Старая оказалась права, и военная хитрость со снедью подействовала. Сигтрюгг и его спутники покинули Берсей спустя двое суток, и меня прихватили по особой просьбе матери ярла. О Торгунне я больше ничего не узнал, но был рад покинуть Оркнеи, ибо заметил, что один из поджигателей стал поглядывать на меня как-то странно, будто пытаясь вспомнить, где он видел меня раньше. Я же признал в нем одного из тех людей, кого я подслушивал на Альтинге, и меня беспокоило, что он может догадаться. В таком случае мне в конце концов перерезали бы горло.
ГЛАВА 14
Корабль Сигтрюгга был под стать его великолепной фибуле. Пусть норвежцы не умеют ткать тонкие шелка для роскошных одежд или возводить огромные здания с черепичными крышами и дворцы с башнями, какие мне еще доведется увидеть в моих странствиях, но в строительстве кораблей нет им равных. Корабль Сигтрюгга — драккар — гладкий, зловещий, быстрый, дивное творение корабельных мастеров. Корабельщики все время похвалялись, что построен он был на берегу Черной речки в Ирландии. Здесь люди с запада — так норвежцы, осевшие в Ирландии, называют себя — строят корабли не хуже, чем в Норвегии и Дании, тем более что лучшего корабельного леса не найти во всех северных странах. Я же, пришелец из земель, где высокие деревья столь редки, что из них не построишь большого морского судна, едва только вскарабкавшись на драккар, не удержался и провел ладонью по отборным дубовым брусьям и прекрасно подогнанным стыкам обшивки. И только полный невежда не оценил бы изящных стремительных очертаний длинного, окрашенного в черный цвет корпуса и дивный порядок рядов металлических скреп, искусную резьбу на мачте и реях и ту явную любовь, которую корабельщики изливали на свой корабль. Драккар — назывался он «Пенящий море» — был нарочито украшен. Над палубой был растянут нарядный шатер, сшитый из пяти полос wadmol разного цвета, так что казалось, будто по водам плывет ярмарочная палатка. Выйдя в море на ветер, поставили главный парус соответствующей шатру расцветки, и драккар, вспенивая волны, стал подобен яркой заморской птице. Ибо «Пенящий море», как королевский корабль, был весь изукрашен дивной резьбой и расцвечен. На выгнутом носу — драконья голова с раскрытой пастью и доски, украшенные затейливой резьбой, синие, золотые и красные шевроны на лопастях весел, а затейливо витые канаты ежедневно белили мелом. Даже металлический флюгер был позолочен. «Пенящий море» должен был производить впечатление, меня же он просто ошеломил.

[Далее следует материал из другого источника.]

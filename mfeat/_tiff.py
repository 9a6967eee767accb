"""TIFF files as pages: mapped into memory, or decoded a row of strips or tiles at a time."""

import math
import struct
from typing import BinaryIO

import numpy as np
import tifffile

from mfeat._pages import MappedPage, Page, UnreadableImage

# Values of the tags PhotometricInterpretation, NewSubfileType and ExtraSamples that matter here
# (TIFF Revision 6.0, 1992, sections 3 to 6, 18 and 21).
_WHITE_IS_ZERO, _BLACK_IS_ZERO, _RGB, _PALETTE, _YCBCR = 0, 1, 2, 3, 6
_REDUCED, _MASK = 1, 4
_ALPHA_KINDS = (1, 2)
_JPEG = 7


def tiff_pages(stream: BinaryIO, path: str | None) -> list[Page]:
    """Return the pages of a TIFF or BigTIFF file, without thumbnails and transparency masks."""
    stream.seek(0)
    try:
        tiff = tifffile.TiffFile(stream)
        found = list(tiff.pages)
    except (tifffile.TiffFileError, struct.error, ValueError, IndexError, KeyError) as error:
        raise UnreadableImage(f"damaged TIFF: {error}") from error
    if not found:
        raise UnreadableImage("damaged TIFF: no image directory can be read")
    _check_chain(tiff, found[-1].offset, len(found))
    pages, left_out = [], 0
    for number in range(len(found)):
        page = tiff.pages[number].aspage()
        if page.subfiletype & (_REDUCED | _MASK):
            left_out += 1
        else:
            pages.append(_page_of(tiff, page, path, number))
    if not pages:
        raise UnreadableImage("TIFF with thumbnails or masks only")
    stack = tiff.imagej_metadata or {}
    if tiff.is_imagej and stack.get("images", 1) > len(found):
        raise UnreadableImage(
            f"TIFF with {stack['images']} planes behind {len(found)} directory; save each plane as "
            "a page of its own"
        )
    if left_out:
        pages[0].notes += (f"{left_out} thumbnail or mask pages left out",)
    return pages


def _check_chain(tiff: tifffile.TiffFile, offset: int, number: int) -> None:
    """Refuse a file whose chain of directories breaks off: pages would be lost unnoticed."""
    handle = tiff.filehandle
    handle.seek(offset)
    count_size, entry, next_size = (8, 20, 8) if tiff.is_bigtiff else (2, 12, 4)
    order = "little" if tiff.byteorder == "<" else "big"
    count = int.from_bytes(handle.read(count_size), order)
    handle.seek(offset + count_size + count * entry)
    following = handle.read(next_size)
    if len(following) < next_size or int.from_bytes(following, order) != 0:
        raise UnreadableImage(
            f"truncated or damaged TIFF: the chain of directories breaks off after {number} pages"
        )


def _page_of(tiff: tifffile.TiffFile, page: tifffile.TiffPage, path: str | None, number: int):
    photometric = int(page.photometric)
    jpeg = int(page.compression) == _JPEG
    known = (_WHITE_IS_ZERO, _BLACK_IS_ZERO, _RGB, _PALETTE)
    if photometric not in known and not (photometric == _YCBCR and jpeg):
        raise UnreadableImage(
            f"page {number}: TIFF with colour model {page.photometric!s}; grey, RGB and palette "
            "images are read"
        )
    if page.dtype is None or page.imagedepth != 1 or 0 in page.shape:
        raise UnreadableImage(
            f"page {number}: TIFF with samples of {page.bitspersample} bits, format "
            f"{page.sampleformat!s}, shape {page.shape}; such pixels cannot be read"
        )
    palette = page.colormap if photometric == _PALETTE else None
    samples = 3 if palette is not None else page.samplesperpixel
    colour = photometric in (_RGB, _YCBCR) or palette is not None
    own = 3 if colour else 1
    alpha = samples > own and any(kind in _ALPHA_KINDS for kind in page.extrasamples)
    notes: tuple[str, ...] = ()
    if photometric == _WHITE_IS_ZERO:
        notes += ("white is zero, inverted",)
        if page.dtype.kind not in "ub":
            raise UnreadableImage(
                f"page {number}: TIFF whose zero is white, with {page.dtype}; only unsigned "
                "integers can be inverted"
            )
    offsets, sizes = page.dataoffsets, page.databytecounts
    if len(offsets) == 0 or len(offsets) != len(sizes):
        raise UnreadableImage(f"page {number}: damaged TIFF: no pixels")
    end = tiff.filehandle.size
    if any(at + size > end for at, size in zip(offsets, sizes, strict=True)):
        raise UnreadableImage(
            f"page {number}: truncated TIFF: pixels reach to byte "
            f"{max(at + size for at, size in zip(offsets, sizes, strict=True))}, the file ends at "
            f"{end}"
        )
    what = {
        "shape": (page.imagelength, page.imagewidth),
        "samples": samples,
        "colour": colour,
        "alpha": alpha,
        "notes": notes,
    }
    plain = page.is_final and page.dtype.kind != "b" and photometric in (_BLACK_IS_ZERO, _RGB)
    if plain and path is not None and page.is_contiguous:
        if offsets[0] + page.nbytes > end:
            raise UnreadableImage(
                f"page {number}: truncated TIFF: pixels reach to byte {offsets[0] + page.nbytes}, "
                f"the file ends at {end}"
            )
        what["dtype"] = page.dtype.newbyteorder(tiff.byteorder)
        return MappedPage(path, offsets[0], page.shape, "C", **what)
    return _SegmentedPage(tiff, page, palette, number, **what)


class _SegmentedPage(Page):
    """A page in strips or tiles, compressed or packed, or in a file that cannot be mapped."""

    def __init__(self, tiff, page, palette, number, **what):
        cols = what["shape"][1]
        self._tall = page.tilelength if page.is_tiled else page.rowsperstrip
        self._tall = min(int(self._tall), what["shape"][0])
        super().__init__(
            dtype=np.dtype(np.uint16) if palette is not None else page.dtype,
            in_strips=True,
            piece=self._tall * cols,
            **what,
        )
        self._tiff, self._page, self._palette, self._number = tiff, page, palette, number
        self._across = math.ceil(cols / page.tilewidth) if page.is_tiled else 1
        self._down = math.ceil(self.shape[0] / self._tall)
        self._latest: tuple[int, np.ndarray] | None = None

    def rows(self, start: int, stop: int) -> np.ndarray:
        """Decode what the rows need and return them; the latest row of tiles is kept."""
        parts = []
        for k in range(start // self._tall, math.ceil(stop / self._tall)):
            if self._latest is None or self._latest[0] != k:
                self._latest = (k, self._decode(k))
            top = k * self._tall
            parts.append(self._latest[1][max(start - top, 0) : stop - top])
        return parts[0] if len(parts) == 1 else np.concatenate(parts)

    def _decode(self, k: int) -> np.ndarray:
        """Return the rows of the k-th row of strips or tiles."""
        page = self._page
        planes, _, rows, cols, together = page.shaped
        tall = min(self._tall, rows - k * self._tall)
        out = np.empty((planes, tall, cols, together), dtype=page.dtype)
        for plane in range(planes):
            for across in range(self._across):
                index = (plane * self._down + k) * self._across + across
                data, (_, _, _, left, _) = self._segment(index)
                part = data[0, :tall, : cols - left]
                out[plane, :, left : left + part.shape[1]] = part
        pixels = out[0] if planes == 1 else np.moveaxis(out[..., 0], 0, -1)
        if self._palette is not None:
            return np.moveaxis(self._palette[:, pixels[..., 0]], 0, -1)
        if int(page.photometric) == _WHITE_IS_ZERO:
            pixels = ~pixels if pixels.dtype.kind == "b" else self._white(pixels) - pixels
        return pixels[..., 0] if pixels.shape[2] == 1 else pixels

    def _white(self, pixels: np.ndarray) -> np.ndarray:
        return pixels.dtype.type(2**self._page.bitspersample - 1)

    def _segment(self, index: int):
        page = self._page
        offset, size = page.dataoffsets[index], page.databytecounts[index]
        kind = "tile" if page.is_tiled else "strip"
        place = f"page {self._number}, {kind} {index}"
        if offset == 0 or size == 0:
            raise UnreadableImage(f"TIFF without the pixels of {place}")
        handle = self._tiff.filehandle
        handle.seek(offset)
        try:
            data, where, _ = page.decode(handle.read(size), index, jpegtables=page.jpegtables)
        except Exception as error:  # each codec has errors of its own
            raise UnreadableImage(f"damaged TIFF at {place}: {error}") from error
        return data, where
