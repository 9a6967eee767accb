"""From the folder of a complete run to a table that others see, in steps that can be repeated."""

import json
import logging
from typing import Any

from mfeat.parts import drop_plan, run_folder
from mfeat.schema import INPUTS, MANIFEST, REJECTS

_log = logging.getLogger("mfeat")


class OutputRefused(ValueError):
    """The output holds something that this run would have to change; the message says what."""


def manifest_of(store: Any, folder: str = "") -> dict[str, Any] | None:
    """Return the manifest of a complete table, or None where there is none."""
    name = f"{folder}/{MANIFEST}" if folder else MANIFEST
    try:
        with store.open(name) as stream:
            found = json.loads(stream.read())
    except FileNotFoundError:
        return None
    except ValueError:
        raise OutputRefused(f"{store.location}/{name} is no manifest of a feature table") from None
    if not isinstance(found, dict) or "table_version" not in found:
        raise OutputRefused(f"{store.location}/{name} is no manifest of a feature table")
    return found


def publish(store: Any, run: str) -> None:
    """Let the table of a complete run take its place; can be repeated from wherever it stopped.

    The run's own manifest says that it is complete. The old table goes first, the new manifest
    comes last, and the plan goes before it, so that no half state looks like another.
    """
    folder = run_folder(run)
    manifest = manifest_of(store, folder)
    store.remove(MANIFEST)
    store.settle()  # else it might be back after a power cut, beside new parts
    there = set(store.names(folder))
    wanted = [part["name"] for part in manifest["parts"]]
    for name in (*wanted, REJECTS, INPUTS):
        if name in there:
            store.move(f"{folder}/{name}", name)
    for name in set(store.names()) - set(wanted):
        if name.startswith("part-") and name.endswith(".parquet"):
            store.remove(name)
    drop_plan(store, run)
    store.settle()
    store.move(f"{folder}/{MANIFEST}", MANIFEST)
    store.settle()
    remove_leftovers(store, run)


def remove_leftovers(store: Any, run: str) -> None:
    """Delete the folder of a run that nobody needs any more.

    On network file systems files that some worker still maps cannot be deleted; the next call does.
    """
    try:
        store.remove_tree(run_folder(run))
    except OSError as error:
        _log.warning("%s; it is not needed any more", error)
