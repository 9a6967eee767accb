"""What a feature table looks like on disk: files, columns, schema, and what it says of its making.

A table is a folder of Parquet parts with a `manifest.json` that lists them. Each part carries, in
its schema metadata under the key ``mfeat``, the settings, the fingerprint and what each number is.
"""

import json
from collections.abc import Sequence
from typing import Any, BinaryIO

import numpy as np
import pyarrow as pa
import pyarrow.parquet as pq

from mfeat import __version__
from mfeat.plan import canonical_sha256
from mfeat.settings import resolve
from mfeat.transformer import MinkowskiCurves, full_curves

#: Version of the layout of tables; raised when older software could misread one.
TABLE_VERSION = 1

MANIFEST = "manifest.json"
REJECTS = "rejects.parquet"
INPUTS = "inputs.arrow"
UNFINISHED = ".unfinished"

#: Columns that every table begins with, before those carried from a manifest and the features.
OWN_COLUMNS = (
    *("source", "row", "col", "height", "width", "valid_fraction"),
    *("label", "label_fraction", "group", "page"),
)

REJECTS_SCHEMA = pa.schema(
    [
        ("source", pa.string()),
        ("row", pa.int32()),
        ("col", pa.int32()),
        ("reason", pa.string()),
    ]
)

# Pitch of a transformer whose table has a pitch for every image.
_PER_IMAGE = "per image"

_KEY = b"mfeat"
_ROW_GROUP_BYTES = 64 << 20
_ROW_GROUP_ROWS = 8192


def transformer_record(transformer: MinkowskiCurves, per_image_pitch: bool) -> dict[str, Any]:
    """Return a transformer in types that JSON knows, so that `restored` makes it again."""
    parameters = {name: _plain(value) for name, value in transformer.get_params().items()}
    if per_image_pitch:
        parameters["pitch"] = _PER_IMAGE
    learned = getattr(transformer, "levels_", None)
    return {
        "parameters": parameters,
        "learned_levels": None if learned is None else {k: v.tolist() for k, v in learned.items()},
    }


def per_image_pitch(record: dict[str, Any]) -> bool:
    """Tell whether a transformer's record leaves the pitch to each image."""
    return record["parameters"]["pitch"] == _PER_IMAGE


def restored(record: dict[str, Any]) -> MinkowskiCurves:
    """Return the transformer of a record.

    Tables from before some parameter existed hold whole curves: `full_curves` has its old sense.
    """
    transformer = MinkowskiCurves(**(full_curves() | record["parameters"]))
    if record["learned_levels"] is not None:
        learned = record["learned_levels"].items()
        transformer.levels_ = {key: np.array(values) for key, values in learned}
        transformer._fitted_plan = resolve(transformer)
    return transformer


def _plain(value: Any) -> Any:
    if isinstance(value, np.ndarray | np.generic):
        return value.tolist()
    if isinstance(value, tuple | list | range):
        return [_plain(one) for one in value]
    if isinstance(value, dict):
        return {key: _plain(one) for key, one in value.items()}
    return value


def table_settings(
    transformer: MinkowskiCurves, per_image_pitch: bool, channel: str | int, unit: str | None
) -> dict[str, Any]:
    """Return all that the numbers of a table depend on: what tables to be combined must share."""
    vector = transformer.settings()
    if per_image_pitch:
        vector["pitch"] = _PER_IMAGE
    return {"vector": vector, "channel": channel, "unit": unit}


def table_schema(
    transformer: MinkowskiCurves,
    settings: dict[str, Any],
    per_image_pitch: bool,
    label: pa.DataType,
    carried: Sequence[pa.Field],
) -> pa.Schema:
    """Return the schema of a table, fixed before its first row.

    Raises
    ------
    ValueError
        If a carried column has the name of another one.
    """
    kinds = {
        "source": pa.string(), "row": pa.int32(), "col": pa.int32(), "height": pa.int32(),
        "width": pa.int32(), "valid_fraction": pa.float64(), "label": label,
        "label_fraction": pa.float64(), "group": pa.string(), "page": pa.int32(),
    }  # fmt: skip
    features = transformer.feature_table()
    number = pa.float32() if transformer.dtype == "float32" else pa.float64()
    taken = {*OWN_COLUMNS, *(feature.name for feature in features)}
    clash = [field.name for field in carried if field.name in taken]
    if clash:
        raise ValueError(
            f"the manifest's columns {clash} have names that the table uses itself; rename them"
        )
    about = {
        "format": "mfeat feature table",
        "table_version": TABLE_VERSION,
        "mfeat_version": __version__,
        "fingerprint": canonical_sha256(settings["vector"]),
        "settings": settings,
        "transformer": transformer_record(transformer, per_image_pitch),
        "features": [feature._asdict() for feature in features],
    }
    fields = [pa.field(name, kinds[name]) for name in OWN_COLUMNS]
    fields += carried
    fields += [pa.field(feature.name, number, nullable=False) for feature in features]
    return pa.schema(fields, {_KEY: json.dumps(about, sort_keys=True).encode()})


def about(schema: pa.Schema) -> dict[str, Any]:
    """Return what a table's schema says of its making.

    Raises
    ------
    ValueError
        If it is no feature table, or one of a later version.
    """
    metadata = schema.metadata or {}
    if _KEY not in metadata:
        raise ValueError("it is no feature table: its schema has no metadata of that kind")
    found = json.loads(metadata[_KEY])
    check_version(found)
    return found


def check_version(found: dict[str, Any]) -> None:
    """Refuse a table of a later version, which could be misread."""
    if found["table_version"] > TABLE_VERSION:
        raise ValueError(
            f"the table was written by mfeat {found['mfeat_version']}, this is {__version__}; "
            "update mfeat to read it"
        )


class PartWriter:
    """Writes rows of a table to a stream, a row group at a time, so that memory stays bounded."""

    def __init__(self, stream: BinaryIO, schema: pa.Schema):
        features = [feature["name"] for feature in about(schema)["features"]]
        own = [name for name in schema.names if name not in set(features)]
        self._schema = schema
        width = 4 if schema.field(features[0]).type == pa.float32() else 8
        self._own = own
        fitting = _ROW_GROUP_BYTES // (width * len(features))
        self.row_group = max(1, min(_ROW_GROUP_ROWS, fitting))
        self._waiting: list[pa.RecordBatch] = []
        self._n_waiting = 0
        self.rows = 0
        # Bytes over those of the bare numbers, from 2560 vectors of 40 photographed surfaces:
        # plain zstd .62, byte-stream split .69, dictionaries .66 (at 1024 rows a group .68, .72,
        # .75), because areas repeat. Statistics of features would fill the footer for no query.
        self._writer = pq.ParquetWriter(
            stream,
            schema,
            compression="zstd",
            use_dictionary=own,
            write_statistics=own,
            write_page_checksum=True,
        )

    def add(self, own: dict[str, Any], rows: np.ndarray) -> None:
        """Add rows: columns by name, and the features as an array (n, features)."""
        columns = [_column(own[name], self._schema.field(name).type) for name in self._own]
        turned = np.ascontiguousarray(rows.T)
        columns += [pa.array(column) for column in turned]
        self._waiting.append(pa.RecordBatch.from_arrays(columns, schema=self._schema))
        self._n_waiting += len(rows)
        self.rows += len(rows)
        if self._n_waiting >= self.row_group:
            self._flush()

    def _flush(self) -> None:
        if self._waiting:
            self._writer.write_table(pa.Table.from_batches(self._waiting), self.row_group)
        self._waiting, self._n_waiting = [], 0

    def __enter__(self) -> "PartWriter":
        return self

    def __exit__(self, kind: Any, *_: Any) -> None:
        """Write what waits, and the footer; after an error, let go of the stream."""
        try:
            if kind is None:
                self._flush()
                self._writer.close()
        finally:
            self._writer.is_open = False  # else it would try again when it is collected


def _column(values: Any, kind: pa.DataType) -> pa.Array:
    if isinstance(values, pa.ChunkedArray):
        return values.combine_chunks()
    return pa.array(values, kind)


def differences(one: Any, other: Any, name: str = "") -> list[str]:
    """Return where two nested settings differ, one line each, e.g. "levels.raw: 16 -> 32".

    Examples
    --------
    >>> from mfeat.table import differences
    >>> differences({"size": 64, "raw": True}, {"size": 32, "raw": True})
    ['size: 64 -> 32']
    """
    if isinstance(one, dict) and isinstance(other, dict):
        keys = [*one, *(key for key in other if key not in one)]
        found = []
        for key in keys:
            place = f"{name}.{key}" if name else str(key)
            found += differences(one.get(key, "none"), other.get(key, "none"), place)
        return found
    return [] if one == other else [f"{name}: {_brief(one)} -> {_brief(other)}"]


def _brief(value: Any) -> str:
    text = json.dumps(value)
    return text if len(text) <= 60 else f"{text[:40]} ... ({len(text)} characters)"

Я заметил, что большинство мореходов, выйдя в плавание, испытывают некое расслабление. Это случается в первый час после того, как судно, благополучно отчалив от берега, выходит в открытое море. Вот тогда-то раздается общий вздох облегчения, ибо они вновь попали в свой замкнутый мирок, маленький, родной и знакомый. Это чувство особенно сильно, коль корабельщики и раньше плавали вместе, сошли на берег на несколько дней и вновь собрались на корабле. Им не терпится восстановить свое единение, и вот тут-то они теряют бдительность. Когда последний канат натянут и корабль взял курс, начинаются разговоры о том, кто как провел время на берегу, обсуждают и сравнивают все, что видели и слышали и, конечно, похваляются женщинами, с которыми имели дело, и рассуждают о том, что их ждет. И все это не скрываясь. Так вот, «Пенящий море» благополучно покинул Оркнеи и шел по морю, а корабельщики, давно плавающие вместе, упустили из виду, что среди них объявился чужак. Слишком я был мелкая сошка, чтобы меня замечать, я же слышал их неосторожные рассуждения об успешном посещении Берсея, о предстоящей войне и уловках их господина и повелителя, конунга Сигтрюгга.